You may wish to add disk space, reclaim disk space, repartition existing disk space (see IRIX Admin: Disks and Filesystems ), or redesign your backup procedure, for example, to use data compression (see “Saving Files Using Data Compression”).

unix: ec0: no carrier: check Ethernet cable

unix: NFS write error 151 on host garfield

unix: NFS2 getattr failed for server some.host.name: Timed out

These and similar network errors only represent a problem if you are using network resources (for example, a remote tape or disk drive) in your backup or recovery procedure. If this is the case, reestablish proper network connections (see IRIX Admin: Networking and Mail ) and either verify that your backup or recovery was successful or reinitiate it.

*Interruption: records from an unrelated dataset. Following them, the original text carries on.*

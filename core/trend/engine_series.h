// SPDX-License-Identifier: GPL-3.0-or-later
#pragma once

#include "core/trend/drift.h"
#include "core/trend/scan.h"

#include <array>
#include <cstddef>
#include <optional>
#include <string>
#include <vector>

namespace evenstroke::drift {

/// One engine-level quantity over time. No other cylinder can be subtracted here, so its level, the load and
/// the season are taken out of values and shapes by least squares instead.
class EngineSeries
{
public:
    EngineSeries(std::string quantity, bool is_median, double noise, bool in_scan);

    /// A new segment begins at the next reading that is added.
    void open_segment();
    /// @param value nothing where it was not read, is doubtful, or the reading takes no part
    void add(double month, double load_percent, std::optional<double> value);
    /// Readies `fit` and `residual` for the values so far.
    void prepare();

    /// Nothing with fewer than 8 values before or 3 after the onset, or without a value at the last reading.
    std::optional<Fit> fit(std::size_t onset, Shape shape) const;
    /// A value without level, load and season.
    std::optional<double> residual(std::size_t reading) const;

    const std::string& quantity() const { return quantity_; }
    bool is_median() const { return median_; }
    bool in_scan() const { return in_scan_; }
    double noise() const { return noise_; }
    std::size_t first() const { return first_; } ///< reading of the segment's start
    std::size_t usable() const;                  ///< values in the segment
    std::optional<double> clipped(std::size_t reading) const { return values_[reading]; }

private:
    static constexpr std::size_t columns = 4; ///< 1, load, cosine and sine of the year
    using PerColumn = std::array<double, columns>;
    struct Sums
    {
        PerColumn column{}, column_time{}, column_value{};
        double time_squared = 0.0, value_time = 0.0;
    };
    using Products = std::array<PerColumn, columns>;
    void add_sorted(double difference);
    void learn_noise(double value);
    double clip(double value) const;
    std::size_t columns_that_count() const;
    PerColumn columns_at(std::size_t reading) const;
    PerColumn reduce(PerColumn moments) const;
    Sums between(std::size_t first, std::size_t last) const;

    std::string quantity_;
    bool median_, in_scan_;
    double prior_, noise_;
    std::size_t first_ = 0;
    std::vector<double> months_, loads_;
    std::vector<double> differences_;           ///< between readings, ascending
    std::vector<std::optional<double>> values_; ///< clipped
    std::optional<double> last_unclipped_;
    std::vector<Sums> cumulated_{Sums{}}; ///< [i]: over the readings before i
    Products products_{};                 ///< of the columns, over the segment
    // Set by prepare():
    Sums segment_;
    /// Cholesky factor of the columns' products, with one over the diagonal on it; an empty row: left out.
    Products triangle_{};
    PerColumn reduced_values_{};
};

} // namespace evenstroke::drift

unix: Tape 3: Hardware error, Non-recoverable

unix: Tape 3: requires cleaning

unix: Tape 3: Unrecoverable media error

unix: NOTICE: SCSI tape #0, 6 had 1 successful retried commands

unix: NOTICE: SCSI tape #0,7 Incompatible media when reading

Could not access device /dev/rmt/tps0d6nr, Device busy

These are all examples of tape access errors. Depending on whether you were trying to back up or recover data, the system encountered a problem writing or reading the tape. Be sure there is a tape in the drive indicated in the error message, and that it is not set on write-protect if you are attempting a backup. (Also, tape drives should be periodically cleaned according to manufacturer instructions.)

If these are not the problem, test the tape for read and/or write capabilities using one or more of the backup and recover utilities. Note that a media error can occur anywhere on a tape; to verify the tape, write and read the entire tape. You can also select “Run Confidence Tests” from the System toolchest and double-click on the Tape Drive test.

If you have any doubts about the quality of the tape you're using (for example, it is getting old), copy it to a new tape (if it still has good data) and discard it. If you are using a tape drive that you have not used before, verify that the tape type is compatible with the new drive. Run the mt(1) command to reset the tape drive. Run the hinv(1M) command to determine if the tape drive is recognized by the system.

A “device already in use” or “device busy” error probably means that some other program was using the tape drive when you tried to access it.